Lazio, idee per la cultura/2

Quale spazio per l’arte contemporanea? Quale ruolo per la cultura nella nuova giunta che da febbraio sarà alla guida della regione Lazio? In attesa delle amministrative, i protagonisti del settore hanno chiesto a Nicola Zingaretti, il candidato del centrosinistra e segnatamente del Pd, di dire la sua sul sistema delle arti contemporanee. Associazioni, galleristi, fondazioni, artisti e operatori del settore si sono incontrati negli spazi della fondazione Cerere, a Roma, per confrontarsi con l’attuale presidente della provincia. Di seguito e a cadenza giornaliera pubblicheremo una sintesi degli interventi, per dare un quadro dei desiderata dei protagonisti e nel complesso – è il caso di dirlo – dello stato dell’arte nella nostra regione. A seguire il secondo intervento (dopo il primo di Fabrizio Russo) è il momento di  Alfredo Pirri, artista e guida si Aria (Artisti romani in assemblea) di cui qui presenta le proposte. L’intervento di Zingaretti può essere scoltato direttamente qui. Ringraziamo Marcello Smarrelli, la fondazione Cerere e Vocazione Roma per la disponibilità. (M. Z.)

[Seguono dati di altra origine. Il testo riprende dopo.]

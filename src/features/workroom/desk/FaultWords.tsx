import { explain, type Fault } from '@/engine';
import { curedText } from './cured-text';

export interface FaultWordsProps {
  readonly id?: string;
  readonly faults: readonly Fault[];
  readonly value: string;
  /** Said beside the cure: what is shown until it reads. */
  readonly meanwhile?: string;
  readonly onCure: (value: string) => void;
}

/** What does not read, in a sentence, with the cure as a button. */
export function FaultWords({ id, faults, value, meanwhile, onCure }: FaultWordsProps) {
  const fault = faults[0];
  if (fault === undefined) return null;
  const cured = curedText(fault, value);
  return (
    <div className="fault" id={id}>
      <p className="fault-words">{explain(fault)}</p>
      {cured === null && !meanwhile ? null : (
        <p className="fault-cure">
          {cured === null ? null : (
            <button type="button" className="btn small-btn" onClick={() => onCure(cured)}>
              Use {fault.cure}
            </button>
          )}
          {meanwhile ? <span className="soft">{meanwhile}</span> : null}
        </p>
      )}
    </div>
  );
}
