import { useStore } from '@nanostores/react';
import { atom } from 'nanostores';
import { useState } from 'react';
import { namesOf } from '@/features/projects/formula-names';
import { usesAny } from '@/features/projects/followers';
import type { StepNode } from '@/writeup/document';
import { WriteUpEditor } from '@/writeup/editor/WriteUpEditor';
import { collectUses } from '@/writeup/uses';
import { BringIn } from '../bringing-in/BringIn';
import { ColumnHead } from './ColumnHead';
import type { DeskStore } from './desk-store';

/** The write-up's editor, with what the selected measure lights in it counted. */
export function WriteUpColumn({ store, projectId }: { readonly store: DeskStore; readonly projectId: string }) {
  const writeUp = useStore(store.$writeUp);
  const lit = useStore(store.$lit);
  const draft = useStore(store.$draft);
  const generation = useStore(store.$generation);
  const [incoming] = useState(() => atom<readonly StepNode[] | null>(null));
  const names = namesOf(draft.pattern);
  const places =
    lit === null
      ? 0
      : collectUses(writeUp.doc).formulas.filter(({ formula }) => usesAny(formula, names, lit.names)).length;
  return (
    <section className="desk-column" data-column="write-up" aria-label="Write-up" tabIndex={-1}>
      <ColumnHead
        title="Write-up"
        shortcut="Alt 3"
        lit={lit === null ? null : places === 1 ? '1 place lit' : `${places} places lit`}
        places=".lit"
      />
      <BringIn projectId={projectId} figures={store.$live} onSteps={(steps) => incoming.set(steps)} />
      <WriteUpEditor
        key={generation}
        initial={store.$writeUp.get()}
        figures={store.$live}
        lit={store.$litNames}
        renamed={store.$renamed}
        merged={store.$merged}
        incoming={incoming}
        uploads={{ projectId }}
        onChange={store.setWriteUp}
        onSelectMeasure={(name) => {
          // Putting the caret elsewhere keeps the light: Escape puts it out.
          if (name !== null) store.select(name);
        }}
      />
    </section>
  );
}
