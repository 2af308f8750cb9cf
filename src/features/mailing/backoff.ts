const MINUTE = 60_000;
const STEPS = [1, 5, 15, 60, 240].map((minutes) => minutes * MINUTE);
const LONGEST = 240 * MINUTE;

/** A mailing that is this late is worth less than none. */
export const GIVE_UP_AFTER = 48 * 60 * MINUTE;
/** How long a delivery whose answer was lost rests before it is sent once more. */
export const REST_AFTER_UNKNOWN = 15 * MINUTE;
/** How many times the answer to a whole message may be lost. After the second, we leave it. */
export const MOST_UNKNOWNS = 2;

/**
 * How long to wait after the `tries`-th time a server said "later": 1, 5, 15, 60, 240 minutes, then 4 hours each,
 * a fifth more or less, so that those deferred together do not come back together. `random` is in [0, 1).
 */
export function waitAfter(tries: number, random: number): number {
  const wait = STEPS[Math.max(0, tries - 1)] ?? LONGEST;
  return Math.round(wait * (0.8 + 0.4 * random));
}

/** How long all sending rests after the `failures`-th time in a row that the server was away: 5 s, doubling, to 5 min. */
export const gateWait = (failures: number): number => Math.min(5_000 * 2 ** Math.max(0, failures - 1), 5 * MINUTE);
/** After this long away, mailings are paused and their author is told. */
export const PAUSE_AFTER_AWAY = 30 * MINUTE;
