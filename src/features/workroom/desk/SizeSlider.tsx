import { useEffect, useState } from 'react';
import { Icon } from '@/components/Icon';
import { rulerTicks } from '@/components/ruler-ticks';
import { explain, GRIDS, readValue, type MeasureFigure, type Sizing } from '@/engine';
import { withValue } from '@/features/sizing/sizing-values';
import type { DeskStore } from './desk-store';
import { typedText } from './figure-text';
import { usePlay } from './use-play';

export interface SizeSliderProps {
  readonly store: DeskStore;
  readonly figure: MeasureFigure;
  readonly sizing: Sizing;
}

/** The author's own size of an asked measure: what readers see first. */
export function SizeSlider({ store, figure, sizing }: SizeSliderProps) {
  const { name, kind, from, to } = figure;
  const shown = typedText(figure.exact, kind, sizing, figure.unit);
  const [typed, setTyped] = useState(shown);
  const [fault, setFault] = useState<string | null>(null);
  useEffect(() => {
    setTyped(shown);
    setFault(null);
  }, [shown]);

  const set = (value: number, field: string | null) => store.editSizing(field, (now) => withValue(now, name, value));
  const commit = () => {
    if (typed.trim() === shown) return;
    const read = readValue(figure, typed, { units: figure.unit ?? sizing.units });
    if (read.ok) set(read.value, null);
    else setFault(read.faults[0] === undefined ? 'That does not read as a size.' : explain(read.faults[0]));
  };
  const step = kind === 'length' ? GRIDS[sizing.grid].step : kind === 'whole number' ? 1 : 0.5;
  const play = usePlay({
    from: from ?? 0,
    to: to ?? 0,
    at: figure.exact,
    show: (value) =>
      store.play(
        value === null
          ? null
          : withValue(store.$draft.get().sizing, name, onStep(value, { step, from: from ?? 0, to: to ?? 0 })),
      ),
  });
  const slidable = from !== undefined && to !== undefined && Number.isFinite(from) && Number.isFinite(to) && to > from;

  return (
    <div className="size-slider">
      <label className="size-box">
        <span className="small soft">Shown first</span>
        <input
          className="input"
          value={typed}
          aria-label={`${name}, the size shown first`}
          aria-invalid={fault === null ? undefined : true}
          onChange={(event) => setTyped(event.currentTarget.value)}
          onBlur={commit}
          onKeyDown={(event) => {
            if (event.key === 'Enter') commit();
            if (event.key === 'Escape') setTyped(shown);
          }}
        />
      </label>
      {slidable ? (
        <div className="size-track">
          <input
            type="range"
            className="slider"
            aria-label={`${name}, slider`}
            aria-valuetext={shown}
            min={from}
            max={to}
            step="any"
            value={figure.exact}
            onChange={(event) => set(onStep(Number(event.currentTarget.value), { step, from, to }), `${name}.slider`)}
            onKeyDown={(event) => {
              const steps = { ArrowLeft: -1, ArrowDown: -1, ArrowRight: 1, ArrowUp: 1, PageDown: -8, PageUp: 8 }[
                event.key
              ];
              if (steps === undefined) return;
              event.preventDefault();
              set(onStep(figure.exact + steps * step, { step, from, to }), `${name}.slider`);
            }}
          />
          {kind === 'length' ? <Ruler from={from} to={to} units={figure.unit ?? sizing.units} /> : null}
        </div>
      ) : null}
      {slidable ? (
        <p className="size-play">
          <button type="button" className="text-button small" onClick={play.press}>
            <Icon name={play.playing && !play.byPress ? 'minus' : 'play'} />
            {play.byPress
              ? play.playing
                ? 'Next size'
                : 'Step through the range'
              : play.playing
                ? 'Stop'
                : 'Play the range'}
          </button>
          {play.playing && play.byPress ? (
            <button type="button" className="text-button small" onClick={play.stop}>
              Back to your size
            </button>
          ) : null}
        </p>
      ) : null}
      {figure.set && !play.playing ? (
        <button
          type="button"
          className="text-button small"
          onClick={() => store.editSizing(null, (now) => withValue(now, name, null))}
        >
          Back to usual
        </button>
      ) : null}
      {fault === null ? null : (
        <p className="fault-words" role="alert">
          {fault}
        </p>
      )}
    </div>
  );
}

const onStep = (
  value: number,
  { step, from, to }: { readonly step: number; readonly from: number; readonly to: number },
): number => Math.min(to, Math.max(from, Number((Math.round(value / step) * step).toFixed(6))));

const RULER = { width: 280, inset: 12 } as const;

/** The range's own ruler under its slider. Decoration: the slider says its range itself. */
function Ruler({ from, to, units }: { readonly from: number; readonly to: number; readonly units: Sizing['units'] }) {
  const length = RULER.width - 2 * RULER.inset;
  return (
    <svg className="ruler" viewBox={`0 0 ${RULER.width} 30`} aria-hidden="true" focusable="false">
      {rulerTicks({ from, to, units, width: length }).map(({ at, size, label }) => {
        const x = RULER.inset + at * length;
        return (
          <g key={at}>
            <line x1={x} x2={x} y1={0} y2={size} />
            {label ? (
              <text x={x} y={28} textAnchor="middle">
                {label}
              </text>
            ) : null}
          </g>
        );
      })}
    </svg>
  );
}
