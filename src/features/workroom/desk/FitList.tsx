import { useState } from 'react';
import { Icon } from '@/components/Icon';
import { explain } from '@/engine';
import type { Lit } from '@/features/projects/followers';
import { usesAny } from '@/features/projects/followers';
import { addFit } from '@/features/projects/pattern-edits';
import type { DeskStore, Draft, Work } from './desk-store';
import { gapText } from './figure-text';
import { FitDetails } from './FitDetails';

export interface FitListProps {
  readonly store: DeskStore;
  readonly work: Work;
  readonly draft: Draft;
  readonly lit: Lit | null;
  readonly names: readonly string[];
}

/** Whether the pieces go together at the size shown. Opened, a fit shows what it compares. */
export function FitList({ store, work, draft, lit, names }: FitListProps) {
  const [open, setOpen] = useState<string | null>(null);
  const { fits } = draft.pattern;
  const faults = work.compiled.ok ? [] : work.compiled.faults;
  const figures = new Map(work.live?.figures.fits.map((fit) => [fit.name, fit]));
  const add = () => {
    const added = addFit(draft.pattern);
    store.editPattern(null, () => added.pattern);
    setOpen(added.name);
  };
  return (
    <div className="desk-block">
      <h3>
        Fits {fits.length === 0 ? null : <span>at this size, as cut{work.stale ? '; the last good figures' : ''}</span>}
      </h3>
      {fits.length === 0 ? (
        <p className="small soft">A fit says what must hold between pieces, such as a lid that goes on.</p>
      ) : null}
      <ul className="fits">
        {fits.map((fit) => {
          const own = faults.filter((found) => found.where.startsWith(`fit “${fit.name}”`));
          const [fault] = own;
          const figure = figures.get(fit.name);
          const follows = lit !== null && [fit.left, fit.right].some((formula) => usesAny(formula, names, lit.names));
          const state = fault
            ? 'bad'
            : figure === undefined
              ? 'quiet'
              : figure.holds
                ? 'good'
                : figure.advice
                  ? 'warn'
                  : 'bad';
          const opened = open === fit.name;
          return (
            <li
              key={fit.name}
              className={follows ? 'follows' : undefined}
              data-lit={follows ? '' : undefined}
              data-place={`fit:${fit.name}`}
              tabIndex={-1}
            >
              <span className={`state ${state}`}>
                <Icon
                  name={state === 'good' ? 'check' : state === 'quiet' ? 'minus' : 'warning'}
                  label={state === 'good' ? 'Holds' : state === 'quiet' ? 'Not in use' : 'Does not hold'}
                />
              </span>
              <button
                type="button"
                className="fit-name"
                aria-expanded={opened}
                onClick={() => setOpen(opened ? null : fit.name)}
              >
                {fit.name}
              </button>
              <em>
                {fault ? 'does not read' : figure === undefined ? 'not in use' : gapText(figure.gap, draft.sizing)}
              </em>
              {fault && !opened ? <p className="fault-words">{explain(fault)}</p> : null}
              {figure && !figure.holds && !fault ? (
                <p className={figure.advice ? 'small soft' : 'fault-words'}>{figure.otherwise}</p>
              ) : null}
              {opened ? (
                <FitDetails
                  {...{ store, fit, names, lit, faults: own, pattern: draft.pattern }}
                  onRenamed={setOpen}
                  onGone={() => setOpen(null)}
                />
              ) : null}
            </li>
          );
        })}
      </ul>
      <p className="fit-add">
        <button type="button" className="text-button small" onClick={add}>
          <Icon name="plus" /> Fit
        </button>
      </p>
    </div>
  );
}
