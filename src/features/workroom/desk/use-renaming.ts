import { useState } from 'react';
import { cleanName, explain, explainAt, type Fault, type Rename } from '@/engine';
import { renamedWords } from '@/features/projects/rename';
import type { DeskStore } from './desk-store';

/** What is to be renamed: a rename without its new name. */
export type Named = Rename extends infer R ? (R extends Rename ? Omit<R, 'to'> : never) : never;

export interface Renaming {
  /** What is typed so far; null while the name stands as it is. */
  readonly typed: string | null;
  readonly trouble: string | null;
  begin(): void;
  type(name: string): void;
  take(): void;
  leave(): void;
}
export interface RenamingOptions {
  readonly onRenamed: (name: string, words: string) => void;
  /** Where the focus goes afterwards, by what the thing is then called. */
  readonly backTo: (name: string) => string;
  readonly onBegin?: () => void;
}

/** A name of the pattern as it is typed anew. The focus goes back to the name, wherever it stands then. */
export function useRenaming(store: DeskStore, named: Named, { onRenamed, backTo, onBegin }: RenamingOptions): Renaming {
  const [typed, setTyped] = useState<string | null>(null);
  const [trouble, setTrouble] = useState<string | null>(null);
  const close = (called: string) => {
    setTyped(null);
    setTrouble(null);
    requestAnimationFrame(() => document.querySelector<HTMLElement>(backTo(called))?.focus());
  };
  return {
    typed,
    trouble,
    begin() {
      onBegin?.();
      setTyped(named.from);
    },
    type(next) {
      setTyped(next);
      setTrouble(null);
    },
    take() {
      const to = cleanName(typed ?? named.from);
      if (to === named.from) return close(named.from);
      const renamed = store.rename({ ...named, to });
      if (!renamed.ok) return setTrouble(renamed.faults.slice(0, 1).map(sentence).join(''));
      onRenamed(to, renamedWords(renamed.value));
      close(to);
    },
    leave: () => close(named.from),
  };
}

/** A formula that does not read is said with its place: it stands elsewhere. */
const sentence = (fault: Fault): string => (fault.code.startsWith('formula') ? explainAt(fault) : explain(fault));
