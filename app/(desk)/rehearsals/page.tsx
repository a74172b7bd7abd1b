import type { Metadata } from "next";
import { RehearsalsTable } from "@/components/rehearsals/rehearsals-table";
import { StartPartSwap } from "@/components/rehearsals/start-part-swap";
import { StartWarmDay } from "@/components/rehearsals/start-warm-day";
import { Empty } from "@/components/ui/empty";
import { pageLinks } from "@/components/ui/page-links";
import { Pager } from "@/components/ui/pager";
import { Sheet, SheetHead, SheetSection } from "@/components/ui/sheet";
import { load, pageActor } from "@/lib/http/page-actor";
import { readParams, type SearchParams } from "@/lib/http/search-params";
import { may } from "@/lib/policies/decide";
import { rehearsalQuery } from "@/lib/schemas/rehearsals";
import { itemChoices } from "@/lib/services/catalog/choices";
import { listModels } from "@/lib/services/models/list";
import { listRehearsals } from "@/lib/services/rehearsals/list";
import { listSites } from "@/lib/services/sites/list";

export const metadata: Metadata = { title: "Rehearsals" };

export default async function RehearsalsPage({ searchParams }: { readonly searchParams: SearchParams }) {
  const context = await pageActor("rehearsals.read");
  const { query, typed } = await readParams(rehearsalQuery, searchParams);
  const [found, items, { items: sites }, { items: models }] = await load(
    Promise.all([
      listRehearsals(context, query),
      itemChoices(context),
      listSites(context, { retired: "no" }),
      listModels(context, { retired: "no", page: 1, pageSize: 200 }),
    ]),
  );
  const pager = pageLinks(found, { path: "/rehearsals", query: typed, what: "rehearsals" });
  const starts = may(context.actor, "rehearsals.start");
  return (
    <Sheet>
      <SheetHead
        title="Rehearsals"
        subtitle="The whole fleet checked as it would be on a warmer day, or with another part fitted. Nothing is done to any machine."
      />
      {starts && (
        <>
          <SheetSection title="Warm day" note="and the hottest room that each machine tolerates">
            <StartWarmDay sites={sites} models={models} />
          </SheetSection>
          <SheetSection title="Part swap" note="which machines another motor or driver would break">
            <StartPartSwap sites={sites} models={models} items={items} />
          </SheetSection>
        </>
      )}
      <SheetSection title="What was rehearsed">
        {found.items.length > 0 ? (
          <RehearsalsTable rehearsals={found.items} />
        ) : (
          <Empty>Here stands each rehearsal with the machines that would be newly over limit.</Empty>
        )}
        <Pager label="Rehearsals" {...pager} />
      </SheetSection>
    </Sheet>
  );
}
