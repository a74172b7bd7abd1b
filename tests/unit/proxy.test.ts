import { NextRequest } from "next/server";
import { describe, expect, it } from "vitest";
import { config, proxy } from "@/proxy";

function answer(path: string, headers: Record<string, string> = {}): Headers {
  return proxy(new NextRequest(`http://127.0.0.1:3000${path}`, { headers })).headers;
}

function nonceOf(policy: string | null): string | undefined {
  return /'nonce-([^']+)'/.exec(policy ?? "")?.[1];
}

describe("proxy", () => {
  it("lets scripts run by a nonce of this answer alone", () => {
    const [first, second] = [answer("/floor"), answer("/floor")].map((headers) =>
      headers.get("content-security-policy"),
    );
    expect(nonceOf(first ?? null)).toMatch(/^[A-Za-z0-9+/=]{40,}$/);
    expect(nonceOf(first ?? null)).not.toBe(nonceOf(second ?? null));
    expect(/script-src ([^;]+)/.exec(first ?? "")?.[1]).not.toMatch(/unsafe-inline|unsafe-eval|https?:/);
  });

  it("closes objects, frames, foreign forms and foreign hosts", () => {
    const policy = answer("/floor").get("content-security-policy") ?? "";
    for (const rule of [
      "default-src 'self'",
      "object-src 'none'",
      "frame-ancestors 'none'",
      "form-action 'self'",
    ])
      expect(policy).toContain(rule);
    expect(policy).not.toMatch(/https?:|\*/);
  });

  it("hands nonce and path to the page, whatever the request claimed", () => {
    const headers = answer("/changes/7?tab=text", { "x-keepstep-path": "/elsewhere", "x-nonce": "guessed" });
    expect(headers.get("x-middleware-request-x-keepstep-path")).toBe("/changes/7?tab=text");
    expect(headers.get("x-middleware-request-x-nonce")).toBe(nonceOf(headers.get("content-security-policy")));
  });

  it("looks after pages, not after the API and built files", () => {
    const pattern = new RegExp(`^${config.matcher[0]?.source ?? ""}$`);
    for (const path of ["/", "/floor", "/apiary", "/machines/7"]) expect(pattern.test(path)).toBe(true);
    for (const path of ["/api/v1/check", "/_next/static/chunk.js"]) expect(pattern.test(path)).toBe(false);
  });
});
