describe("parameters", () => {
  it("come by axis as the machine has them, the machine's own last, in the order of the parameter list", () => {
    const rules = [
      RUN,
      rule("supply", "supply_voltage"),
      rule("axis.{axis}.accel", "acceleration", { unit: "m/s²" }),
    ];
    expect(
      said({ text: "supply = 24 V\naxis.y.accel = 1\naxis.y.run_ma = 1\naxis.x.accel = 2", rules }),
    ).toEqual([
      "X acceleration 2 m/s²",
      "Y run_current 0.001 A rms",
      "Y acceleration 1 m/s²",
      "machine supply_voltage 24 V",
    ]);
  });

  it("are finite, whatever the texts hold, and nothing throws", { timeout: TIMEOUT }, () => {
    const rules = [
      rule("k", "acceleration", { axis: "x", unit: "mm/s^2" }),
      rule("{axis}", "microsteps"),
      rule("a.{axis}", "max_speed", { unit: "steps/s" }),
    ];
    fc.assert(
      fc.property(garbage, garbage, (one, other) => {
        const { parameters } = map({ text: [`k = ${one}\n${other}`, `a = ${other}`], rules });
        for (const { value } of parameters) expect(Number.isFinite(value)).toBe(true);
      }),
      RUNS,
    );
  });
});
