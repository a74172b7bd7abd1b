import { handle } from "@/lib/http/handle";
import { textOperations } from "@/lib/schemas/operations/texts";
import { mergeTexts } from "@/lib/services/texts/merge";

export const POST = handle(textOperations.merge, ({ context, body }) => mergeTexts(context, body));
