import { useState } from 'react'
import { toast } from 'sonner'
import { giveUpSecondFactor, renewRecoveryCodes } from '../../api/account.ts'
import { Button } from '../../components/ui/Button.tsx'
import { TaskForm } from '../../components/ui/TaskForm.tsx'
import { TextField } from '../../components/ui/TextField.tsx'
import { faultAt } from '../../lib/faults.ts'
import { useTask } from '../../lib/useTask.ts'

interface FactorInForceProps {
  left: number
  onRenewed: (recoveryCodes: readonly string[]) => Promise<void>
  onGivenUp: () => Promise<void>
}

/** What can be done with a second factor: get new recovery codes, or give it up; both by password and code. */
export function FactorInForce({ left, onRenewed, onGivenUp }: FactorInForceProps) {
  const [wanted, setWanted] = useState<'renew' | 'give up' | null>(null)
  return (
    <>
      <p>
        In force. {left === 1 ? 'One recovery code is' : `${left} recovery codes are`} left.
        {left < 3 ? ' Get new ones before the last is gone.' : ''}
      </p>
      <div className="flex flex-wrap gap-3">
        <Button aria-expanded={wanted === 'renew'} onClick={() => setWanted('renew')}>
          New recovery codes
        </Button>
        <Button aria-expanded={wanted === 'give up'} onClick={() => setWanted('give up')}>
          Give it up
        </Button>
      </div>
      {wanted === 'renew' ? (
        <ByPasswordAndCode
          submitLabel="Get new recovery codes"
          onSubmit={async (password, code) =>
            onRenewed((await renewRecoveryCodes(password, code)).recoveryCodes)
          }
        />
      ) : null}
      {wanted === 'give up' ? (
        <ByPasswordAndCode
          submitLabel="Give up the second factor"
          onSubmit={async (password, code) => {
            await giveUpSecondFactor(password, code)
            await onGivenUp()
            toast.success('The password alone is asked for from now on.')
          }}
        />
      ) : null}
    </>
  )
}

interface ByPasswordAndCodeProps {
  submitLabel: string
  onSubmit: (password: string, code: string) => Promise<void>
}

function ByPasswordAndCode({ submitLabel, onSubmit }: ByPasswordAndCodeProps) {
  const [password, setPassword] = useState('')
  const [code, setCode] = useState('')
  const task = useTask()
  return (
    <TaskForm
      task={task}
      fields={['currentPassword', 'code']}
      submitLabel={submitLabel}
      variant="quiet"
      onSubmit={() => onSubmit(password, code)}
    >
      <TextField
        label="Password, for the second factor"
        type="password"
        autoComplete="current-password"
        fault={faultAt(task.error, 'currentPassword')}
        value={password}
        onChange={setPassword}
      />
      <TextField
        label="Code of the app, or a recovery code"
        autoComplete="one-time-code"
        fault={faultAt(task.error, 'code')}
        value={code}
        onChange={setCode}
      />
    </TaskForm>
  )
}
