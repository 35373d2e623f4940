import { useQueryClient } from '@tanstack/react-query'
import { useState } from 'react'
import { toast } from 'sonner'
import type { Account } from '#core/wire/index'
import { accountQuery, rename } from '../../api/account.ts'
import { sessionQuery } from '../../api/session.ts'
import { TaskForm } from '../../components/ui/TaskForm.tsx'
import { TextField } from '../../components/ui/TextField.tsx'
import { faultAt } from '../../lib/faults.ts'
import { useTask } from '../../lib/useTask.ts'

export function NameForm({ account }: { account: Account }) {
  const [name, setName] = useState(account.name)
  const task = useTask()
  const queries = useQueryClient()
  const save = async (): Promise<void> => {
    const changed = await rename(name)
    queries.setQueryData(accountQuery.queryKey, changed)
    setName(changed.name)
    void queries.invalidateQueries({ queryKey: sessionQuery.queryKey, exact: true })
    toast.success('Your name is changed.')
  }
  return (
    <TaskForm task={task} fields={['name']} submitLabel="Change name" variant="quiet" onSubmit={save}>
      <TextField
        label="Name"
        hint="It stands beside what you save, before and after."
        autoComplete="name"
        maxLength={120}
        fault={faultAt(task.error, 'name')}
        value={name}
        onChange={setName}
      />
    </TaskForm>
  )
}
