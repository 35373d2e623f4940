/** Sought in this order: most browsers also call themselves by the names further down. */
const BROWSERS = [
  ['Firefox', /Firefox\//],
  ['Edge', /Edg(e|A|iOS)?\//],
  ['Opera', /OPR\//],
  ['Chrome', /(Chrome|CriOS)\//],
  ['Safari', /Safari\//],
  ['curl', /^curl\//],
] as const

const SYSTEMS = [
  ['Android', /Android/],
  ['iPhone', /iPhone/],
  ['iPad', /iPad/],
  ['Windows', /Windows/],
  ['macOS', /Macintosh/],
  ['Linux', /Linux/],
] as const

const nameIn = (names: readonly (readonly [string, RegExp])[], text: string): string | undefined =>
  names.find(([, pattern]) => pattern.test(text))?.[0]

/** What a person would call the device, from what the browser said of itself. */
export function deviceName(userAgent: string): string {
  const browser = nameIn(BROWSERS, userAgent)
  const system = nameIn(SYSTEMS, userAgent)
  if (browser === undefined) return system ?? 'Unknown device'
  return system === undefined ? browser : `${browser} on ${system}`
}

Proveniamo da un’epoca di grande difficoltà. Qualcosa di simile al dopoguerra ma senza la coesione ideologica che ha permesso di uscire fuori da quella tragedia. Ogni forma di vivere collettivo è definitivamente venuto meno e non è neanche pensabile che si possa ricostruire la casa collettiva come era e dove era al pari di come si è fatto ovunque in Europa dopo l’evento bellico. Su questo argomento nessuna illusione è possibile. Bisognerà semmai avventurarsi in un mondo sconosciuto del quale non sappiamo nulla, nel quale nulla ci aiuta a vivere dimenticando per sempre quello che ci ha fatto da guida. In questo senso per esempio la (seppure nobile) questione citata in apertura dell’incontro dell’arte come terapia (sia medica che sociale) non può accontentare i nostri dubbi, bisogna invece insistere su qualcosa di intrinseco nell’arte, qualcosa a cui dare fiducia a occhi chiusi, qualcosa che si genera in maniera spontanea come una fonte d’acqua viva. Se la politica saprà farsi fonte noi ne berremo. Alfredo Pirri

Queste le proposte di Aria:

Durante i nostri incontri si è affermato il desiderio di iniziare un percorso, né breve né effimero, finalizzato a riportare gli artisti, con le loro imprese ideali, le loro fragilità e le loro glorie al centro dell’interesse del dibattito artistico e del più ampio mondo. Per dare corpo a questo percorso, abbiamo bisogno di luoghi e rapporti nuovi senza ricadere nella banalizzazione già sperimentata dell’alternativa generic– specific. Gli artisti col proprio lavoro danno già indicazioni esplicite sull’identità di questi percorsi, allargando confini finora sigillati e al contempo tracciando una linea di demarcazione (trasparente come il vetro e pericolosa come un serpente) che separa il significato del loro lavoro da ogni atteggiamento genericamente creativo. Mostrare l’arte dovrebbe poter significare narrare qualcosa, far parte di una storia e poterla raccontare, svolgere allo stesso tempo un atto solitario e comune. Solitario, perché tale è il rischio dell’immagine, comune perché questo rischio si tramandi con il linguaggio. I luoghi dell’arte sono quelli che tutelano il rischio dell’immagine favorendone l’identità singolare. Pensiamo a luoghi-simbolo, ma anche luoghi-passaggio. Luoghi chiusi o aperti che favoriscano lo scambio d’identità differenti. Abbiamo questi luoghi? Luoghi capaci di narrare? Luoghi per l’arte, capaci di mostrarci limiti e gioie dell’essere umano? Questi luoghi esistono; a volte sono i luoghi stessi dell’arte che tutti frequentiamo, altre volte sono porticati ombrosi dove le voci dei passanti rimbombano, piazze chiuse come chiostri, cortili grigi di periferia, stanze di fronte al mare, biblioteche dove nessuno mette piede. Questi luoghi esistono dentro di noi, siamo noi stessi, la nostra testa, la nostra casa, il nostro tesoro. Altre volte sono da costruire. Ne elenchiamo alcuni cui vorremmo dare vita.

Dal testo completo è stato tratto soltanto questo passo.